Tingginya risiko gagal bayar membuat investor sebagai pemberi pinjaman kurang tertarik kepada pemberian pinjaman dengan bunga tinggi.
Sementara itu, ketertarikan investor untuk menyalurkan pinjaman melalui penyelenggara P2P lending sedang dalam tren menurun. Per Agustus 2023, jumlah rekening pemberi pinjaman hanya 10,10 juta rekening, lebih sedikit dari posisi Maret 2022 yang sebanyak 10,99 juta rekening. Untuk mengembalikan minat masyarakat tersebut, pinjol perlu membangun portofolio yang sehat, salah satunya dengan mengembangkan innovative credit scoring.
“Innovative credit scoring”
Pinjol wajib mempunyai mekanisme screening yang solid untuk menyaring calon peminjam yang benar-benar layak. Masalahnya, calon konsumen yang datang ke pinjol biasanya tidak memiliki data keuangan yang lengkap. Oleh karena itu, pinjol didorong untuk mengembangkan model credit scoring dengan memanfaatkan data alternatif.
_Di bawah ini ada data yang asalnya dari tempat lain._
package bakeoff

import (
	"bytes"
	"context"
	"errors"
	"reflect"
	"strings"
	"testing"

	"gonum.org/v1/gonum/floats/scalar"
)

// handSeries are two short series whose scores are worked by hand below.
func handSeries() []Series {
	return []Series{
		{Name: "A", FitPeriods: []string{"1", "2", "3"}, Fit: []float64{10, 12, 14}, TestPeriods: []string{"4", "5"}, Test: []float64{16, 12}},
		{Name: "B", FitPeriods: []string{"1", "2", "3", "4"}, Fit: []float64{5, 5, 7, 5}, TestPeriods: []string{"5"}, Test: []float64{10}},
	}
}

func TestRunHandMade(t *testing.T) {
	t.Parallel()
	res, err := Run(context.Background(), handSeries(), Options{Methods: []string{"naive", "mean"}})
	if err != nil {
		t.Fatal(err)
	}
	// Hand calculation, naive: A forecasts 14, 14 against 16, 12: sMAPE
	// 200*2/30 and 200*2/26, absolute errors 2 and 2 over A's scale
	// (2+2)/2 = 2; B forecasts 5 against 10: sMAPE 200*5/15, error 5 over
	// B's scale (0+2+2)/3 = 4/3. Means over the three periods.
	// Mean: A forecasts 12: sMAPE 200*4/28 and 0, errors 4 and 0; B
	// forecasts 5.5: sMAPE 200*4.5/15.5, error 4.5.
	want := map[string][2]float64{
		"naive": {(200*2.0/30 + 200*2.0/26 + 200*5.0/15) / 3, (1 + 1 + 5/(4.0/3)) / 3},
		"mean":  {(200*4.0/28 + 0 + 200*4.5/15.5) / 3, (2 + 0 + 4.5/(4.0/3)) / 3},
	}
	if len(res.Scores) != 2 {
		t.Fatalf("got %d scores, want 2", len(res.Scores))
	}
	for _, s := range res.Scores {
		w := want[s.Method]
		if s.Series != 2 || s.Points != 3 || !scalar.EqualWithinAbsOrRel(s.SMAPE.Value, w[0], 1e-12, 1e-12) || !scalar.EqualWithinAbsOrRel(s.MASE.Value, w[1], 1e-12, 1e-12) {
			t.Errorf("%s: series %d points %d sMAPE %v MASE %v, want 2, 3, %v, %v (hand calculation)", s.Method, s.Series, s.Points, s.SMAPE.Value, s.MASE.Value, w[0], w[1])
		}
	}
	// Hand calculation: mean 86.63/3 = 28.9 beats naive 95.38/3 = 31.8.
	if res.Scores[0].Method != "mean" {
		t.Errorf("first row %s, want mean (lower sMAPE)", res.Scores[0].Method)
	}
	var b bytes.Buffer
	if err := res.WriteForecasts(&b); err != nil {
		t.Fatal(err)
	}
	wantCSV := "series,method,horizon,period,forecast\n" +
		"A,naive,1,4,14\nA,naive,2,5,14\nA,mean,1,4,12\nA,mean,2,5,12\n" +
		"B,naive,1,5,5\nB,mean,1,5,5.5\n"
	if b.String() != wantCSV {
		t.Errorf("forecasts file:\n%s\nwant:\n%s", b.String(), wantCSV)
	}
}

func TestRunSkipsAndSeason(t *testing.T) {
	t.Parallel()
	data := handSeries()
	res, err := Run(context.Background(), data, Options{Methods: []string{"seasonal-naive", "naive"}})
	if err != nil {
		t.Fatal(err)
	}
	if len(res.Skips) != 2 || res.Skips[0].Method != "seasonal-naive" || !strings.Contains(res.Skips[0].Reason, "season") {
		t.Errorf("skips %+v, want seasonal-naive skipped on both series for want of a season", res.Skips)
	}
	var b bytes.Buffer
	if err := res.WriteTable(&b); err != nil {
		t.Fatal(err)
	}
	if !strings.Contains(b.String(), "seasonal-naive skipped 2 of 2 series") {
		t.Errorf("table does not explain the skip:\n%s", b.String())
	}
	// Season detection from period labels (series.ParsePeriod shapes).
	tests := []struct {
		label string
		o     Options
		want  int
	}{
		{"1984-Q1", Options{}, 4},
		{"2024-03", Options{}, 12},
		{"17", Options{}, 1},
		{"1984-Q1", Options{Season: 1}, 1},
		{"not a period", Options{}, 1},
	}
	for _, tt := range tests {
		if got := tt.o.seasonOf(Series{FitPeriods: []string{tt.label}}); got != tt.want {
			t.Errorf("season of %q with %+v = %d, want %d", tt.label, tt.o, got, tt.want)
		}
	}
}

func TestRunDeterministic(t *testing.T) {
	t.Parallel()
	var data []Series
	for i := range 30 {
		s := handSeries()[i%2]
		s.Name = string(rune('a'+i%26)) + s.Name + strings.Repeat("x", i/26)
		data = append(data, s)
	}
	o := Options{Methods: []string{"naive", "drift", "ses"}}
	one, err := Run(context.Background(), data, Options{Methods: o.Methods, Workers: 1})
	if err != nil {
		t.Fatal(err)
	}
	var calls int
	four, err := Run(context.Background(), data, Options{Methods: o.Methods, Workers: 4, Progress: func(done, total int) { calls++ }})
	if err != nil {
		t.Fatal(err)
	}
	if !reflect.DeepEqual(one, four) {
		t.Error("results differ between 1 and 4 workers")
	}
	if calls != len(data) {
		t.Errorf("progress called %d times, want %d", calls, len(data))
	}
}

func TestRunErrors(t *testing.T) {
	t.Parallel()
	if _, err := Run(context.Background(), handSeries(), Options{Methods: []string{"tea-leaves"}}); err == nil || !strings.Contains(err.Error(), `"tea-leaves" is not a method`) {
		t.Errorf("unknown method: error %v", err)
	}
	ctx, cancel := context.WithCancel(context.Background())
	cancel()
	if _, err := Run(ctx, handSeries(), Options{Methods: []string{"naive"}}); !errors.Is(err, context.Canceled) {
		t.Errorf("cancelled: error %v, want one wrapping context.Canceled", err)
	}
}

func TestRunConstantSeries(t *testing.T) {
	t.Parallel()
	data := append(handSeries(), Series{Name: "C", FitPeriods: []string{"1", "2", "3"}, Fit: []float64{4, 4, 4}, TestPeriods: []string{"4"}, Test: []float64{5}})
	res, err := Run(context.Background(), data, Options{Methods: []string{"naive"}})
	if err != nil {
		t.Fatal(err)
	}
	s := res.Scores[0]
	// Hand calculation: MASE over A and B only, as in TestRunHandMade; C's
	// fit part is constant, so its MASE has no scale.
	if s.MASEOut != 1 || !scalar.EqualWithinAbsOrRel(s.MASE.Value, (1+1+5/(4.0/3))/3, 1e-12, 1e-12) {
		t.Errorf("MASE %v leaving out %d series, want %v leaving out 1", s.MASE.Value, s.MASEOut, (1+1+5/(4.0/3))/3)
	}
	var b bytes.Buffer
	if err := res.WriteTable(&b); err != nil {
		t.Fatal(err)
	}
	if !strings.Contains(b.String(), "the mean MASE leaves out 1 series where it is undefined, for example series C") {
		t.Errorf("table does not explain the missing MASE:\n%s", b.String())
	}
}
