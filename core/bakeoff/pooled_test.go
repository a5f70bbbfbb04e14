package bakeoff

import (
	"bytes"
	"context"
	"encoding/json"
	"errors"
	"reflect"
	"strings"
	"sync"
	"testing"
)

// localPool answers parts in this process with RunPart, as another
// engine would, counting the parts it ran; broken makes it fail or
// answer wrongly. Its first calls wait until wait calls are in flight,
// as the places of a page's pool do (each waits for its worker), so that
// every place answers a part.
type localPool struct {
	size   int
	wait   int
	broken string // "", "refuse" or "garble"
	mu     sync.Mutex
	parts  int
	open   chan struct{}
}

func (p *localPool) Size() int { return p.size }

func (p *localPool) Why() string { return "the pool is empty" }

func (p *localPool) Do(ctx context.Context, req []byte) ([]byte, error) {
	p.mu.Lock()
	p.parts++
	if p.open == nil {
		p.open = make(chan struct{})
	}
	if p.parts == p.wait {
		close(p.open)
	}
	open := p.open
	p.mu.Unlock()
	if p.wait > 0 {
		<-open
	}
	switch p.broken {
	case "refuse":
		return nil, errors.New("no worker could start")
	case "garble":
		return []byte(`[{"forecasts":[[1]],"skips":[""]}]`), nil
	}
	return RunPart(ctx, req)
}

// written is everything a result shows, as text: the table, the forecasts
// file and the skips.
func written(t *testing.T, r *Result) string {
	t.Helper()
	var b bytes.Buffer
	if err := r.WriteTable(&b); err != nil {
		t.Fatal(err)
	}
	if err := r.WriteForecasts(&b); err != nil {
		t.Fatal(err)
	}
	for _, s := range r.Skips {
		b.WriteString(s.Series + "|" + s.Method + "|" + s.Reason + "\n")
	}
	return b.String()
}

// TestPoolSameResult checks that a bake-off shared among a pool, or forecast
// here because the pool failed, gives byte for byte the result of one
// worker. Data: the 174 "other" series of the M3 competition
// (competition/m3-other.csv) and the hand-made series, on which
// holt-winters with season 4 cannot run (too short) and leaves skips.
func TestPoolSameResult(t *testing.T) {
	t.Parallel()
	other := readShared(t, "competition/m3-other.csv")
	tests := []struct {
		name       string
		data       []Series
		o          Options
		pool       *localPool
		wantRemote bool
	}{
		{"other, three places", other, Options{Methods: []string{"naive2", "ses", "theta"}}, &localPool{size: 3, wait: 3}, true},
		{"other, one place", other, Options{Methods: []string{"naive", "holt"}}, &localPool{size: 1, wait: 1}, true},
		{"hand, more places than series", handSeries(), Options{Season: 4, Methods: []string{"naive", "holt-winters", "auto"}}, &localPool{size: 4, wait: 2}, true},
		{"other, pool refuses", other, Options{Methods: []string{"naive2", "ses"}}, &localPool{size: 2, broken: "refuse"}, false},
		{"hand, pool answers wrongly", handSeries(), Options{Methods: []string{"naive", "mean"}}, &localPool{size: 2, broken: "garble"}, false},
	}
	for _, tc := range tests {
		t.Run(tc.name, func(t *testing.T) {
			t.Parallel()
			one := tc.o
			one.Workers = 1
			want, err := Run(context.Background(), tc.data, one)
			if err != nil {
				t.Fatal(err)
			}
			shared := tc.o
			shared.Pool = tc.pool
			var calls, last int
			shared.Progress = func(done, total int) {
				calls++
				if done <= last || total != len(tc.data) {
					t.Errorf("progress %d of %d after %d", done, total, last)
				}
				last = done
			}
			got, err := Run(context.Background(), tc.data, shared)
			if err != nil {
				t.Fatal(err)
			}
			if w, g := written(t, want), written(t, got); w != g {
				t.Errorf("pooled result differs from one worker's:\n%s\nwant:\n%s", g, w)
			}
			if !reflect.DeepEqual(got.Forecasts, want.Forecasts) {
				t.Error("pooled forecasts differ from one worker's")
			}
			if last != len(tc.data) || calls != tc.pool.parts {
				t.Errorf("progress reached %d of %d in %d calls; want all in %d calls (one per part)", last, len(tc.data), calls, tc.pool.parts)
			}
			if tc.wantRemote {
				if got.Engines != min(tc.pool.size, len(tc.data)) || got.PoolNote != "" {
					t.Errorf("engines %d, note %q; want %d and none", got.Engines, got.PoolNote, min(tc.pool.size, len(tc.data)))
				}
			} else if got.Engines != 0 || got.PoolNote == "" {
				t.Errorf("engines %d, note %q; want 0 and a reason", got.Engines, got.PoolNote)
			}
		})
	}
}

func TestRunPartErrors(t *testing.T) {
	t.Parallel()
	tests := []struct {
		name, req, want string
	}{
		{"not JSON", `{"season":`, "could not be read"},
		{"no methods", `{"season":1,"series":[]}`, "names no methods"},
		{"unknown method", `{"season":1,"methods":["crystal-ball"],"series":[]}`, `"crystal-ball" is not a method`},
	}
	for _, tc := range tests {
		t.Run(tc.name, func(t *testing.T) {
			t.Parallel()
			_, err := RunPart(context.Background(), []byte(tc.req))
			if err == nil || !strings.Contains(err.Error(), tc.want) {
				t.Errorf("error %v, want one containing %q", err, tc.want)
			}
		})
	}
}

func TestPoolCancelled(t *testing.T) {
	t.Parallel()
	ctx, cancel := context.WithCancel(context.Background())
	cancel()
	_, err := Run(ctx, handSeries(), Options{Methods: []string{"naive"}, Pool: &localPool{size: 2}})
	if !errors.Is(err, context.Canceled) {
		t.Errorf("error %v, want one wrapping context.Canceled", err)
	}
}

// FuzzRunPart checks that any request text gives an error or an answer
// that reads back as one outcome per series and method, never a panic.
func FuzzRunPart(f *testing.F) {
	f.Add([]byte(`{"season":1,"methods":["naive","mean"],"series":[{"Name":"A","FitPeriods":["1","2","3"],"Fit":[10,12,14],"TestPeriods":["4","5"],"Test":[16,12]}]}`))
	f.Add([]byte(`{"season":4,"methods":["holt-winters"],"series":[{"Name":"B","Fit":[1],"Test":[2,3]}]}`))
	f.Add([]byte(`{"season":0,"methods":["ses"],"series":[{"Name":"C","FitPeriods":["2024-Q1"],"Fit":[],"Test":[]}]}`))
	f.Add([]byte(`{"methods":[]`))
	f.Fuzz(func(t *testing.T, req []byte) {
		if len(req) > 2048 {
			t.Skip("long requests only slow the search down")
		}
		answer, err := RunPart(context.Background(), req)
		if err != nil {
			return
		}
		var r partRequest
		if err := json.Unmarshal(req, &r); err != nil {
			t.Fatalf("RunPart accepted a request that does not read: %v", err)
		}
		if _, err := outcomesOf(answer, r.Series, len(r.Methods)); err != nil {
			t.Errorf("the answer to %q does not read back: %v", req, err)
		}
	})
}
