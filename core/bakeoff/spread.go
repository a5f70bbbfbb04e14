package bakeoff

import (
	"context"
	"encoding/json"
	"fmt"
)

// Pool runs parts of a bake-off on other engines, for a host where one
// engine cannot use more than one core (a page, whose engine runs in one
// Web Worker, lends the parts to further workers). A part travels as the
// bytes of a request made by [Run]; the other engine answers it with
// [RunPart]. Run merges the answers in series order, so the result is the
// same as a run without a pool.
type Pool interface {
	// Size is how many parts the pool runs at once; 0 or less means none.
	Size() int
	// Why says, when Size is 0 or less, why the pool has no places (for
	// example that no further worker could start), for a note to the user.
	Why() string
	// Do runs one part and returns the answer of [RunPart]. An error
	// means the part could not be run there; Run then forecasts it itself.
	Do(ctx context.Context, request []byte) ([]byte, error)
}

// poolKey is the context key of the pool a host supplies.
type poolKey struct{}

// WithPool returns ctx carrying p, for code that runs a bake-off deep in
// a call chain (a session's step) to find with [PoolFrom].
func WithPool(ctx context.Context, p Pool) context.Context {
	return context.WithValue(ctx, poolKey{}, p)
}

// PoolFrom returns the pool ctx carries, or nil.
func PoolFrom(ctx context.Context) Pool {
	p, _ := ctx.Value(poolKey{}).(Pool)
	return p
}

// partRequest is a part of a bake-off as it travels to another engine.
type partRequest struct {
	Season  int      `json:"season"`
	Methods []string `json:"methods"`
	Series  []Series `json:"series"`
}

// partOutcome is what every method made of one series, as it travels back.
type partOutcome struct {
	Forecasts [][]float64 `json:"forecasts"` // by method; null when skipped
	Skips     []string    `json:"skips"`     // by method; "" when it ran
}

// RunPart answers a request that [Run] sent to a [Pool]: it forecasts the
// series of the request with its methods and returns what each method
// made of each series, for Run to score. Floating-point values travel as
// the shortest decimal text that reads back to the same value, so the
// merged result does not depend on where a part ran.
func RunPart(ctx context.Context, request []byte) ([]byte, error) {
	var req partRequest
	if err := json.Unmarshal(request, &req); err != nil {
		return nil, fmt.Errorf("the part of the bake-off could not be read: %v", err)
	}
	o := Options{Season: req.Season, Methods: req.Methods}
	if req.Methods == nil {
		return nil, fmt.Errorf("the part of the bake-off names no methods")
	}
	methods, err := o.methods()
	if err != nil {
		return nil, err
	}
	out := make([]partOutcome, len(req.Series))
	for i, s := range req.Series {
		if err := ctx.Err(); err != nil {
			return nil, fmt.Errorf("part of the bake-off stopped after %d of %d series: %w", i, len(req.Series), err)
		}
		oc := forecastSeries(s, methods, o)
		out[i] = partOutcome{Forecasts: oc.forecasts, Skips: oc.skips}
	}
	return json.Marshal(out)
}

// outcomesOf reads the answer of [RunPart] to a request for series data,
// checking that it holds one outcome per series with one forecast of the
// right length or one reason per method.
func outcomesOf(answer []byte, data []Series, methods int) ([]seriesOutcome, error) {
	var got []partOutcome
	if err := json.Unmarshal(answer, &got); err != nil {
		return nil, fmt.Errorf("the answer could not be read: %v", err)
	}
	if len(got) != len(data) {
		return nil, fmt.Errorf("the answer holds %d series instead of %d", len(got), len(data))
	}
	out := make([]seriesOutcome, len(got))
	for i, g := range got {
		if len(g.Forecasts) != methods || len(g.Skips) != methods {
			return nil, fmt.Errorf("the answer for series %q holds %d forecasts and %d reasons instead of %d", data[i].Name, len(g.Forecasts), len(g.Skips), methods)
		}
		for j, f := range g.Forecasts {
			if (f == nil) == (g.Skips[j] == "") || (f != nil && len(f) != len(data[i].Test)) {
				return nil, fmt.Errorf("the answer for series %q has a malformed forecast of method %d", data[i].Name, j+1)
			}
		}
		out[i] = seriesOutcome{forecasts: g.Forecasts, skips: g.Skips}
	}
	return out, nil
}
Data riwayat aktivitas digital, misalnya, dapat memprediksi kecenderungan orang melakukan tunggakan pinjaman. Penelitian Berg dkk (2020) memberikan contoh di mana customer yang melakukan transaksi e-commerce pada malam hari mempunyai kecenderungan dua kali lebih besar melakukan tunggakan pinjaman.
Baca juga: Jutaan Anak Muda Sulit Bayar Pinjol
Model credit scoring yang inovatif memungkinkan pinjol untuk menemukan ceruk peminjam potensial yang belum digarap oleh perbankan. Pemilik usaha mikro, kecil, dan menengah (UMKM) yang sebenarnya layak tetapi tidak mempunyai agunan ataupun riwayat pinjaman, berpeluang memperoleh pendanaan. Pinjol bisa membangun portofolio pinjaman dengan tingkat risiko yang rendah, sekaligus berperan memperluas inklusi keuangan dan meningkatkan kesejahteraan masyarakat.
Peraturan batas atas manfaat ekonomi ini perlu direspons dengan baik oleh pelaku industri sebagai peluang untuk melakukan perbaikan. Hal ini tidak hanya untuk mewujudkan keadilan dan transparansi bagi masyarakat, tetapi juga untuk melindungi perkembangan industri pinjol. Dengan demikian, industri pinjol diharapkan mampu mencapai tujuan mulia untuk memperluas inklusi keuangan.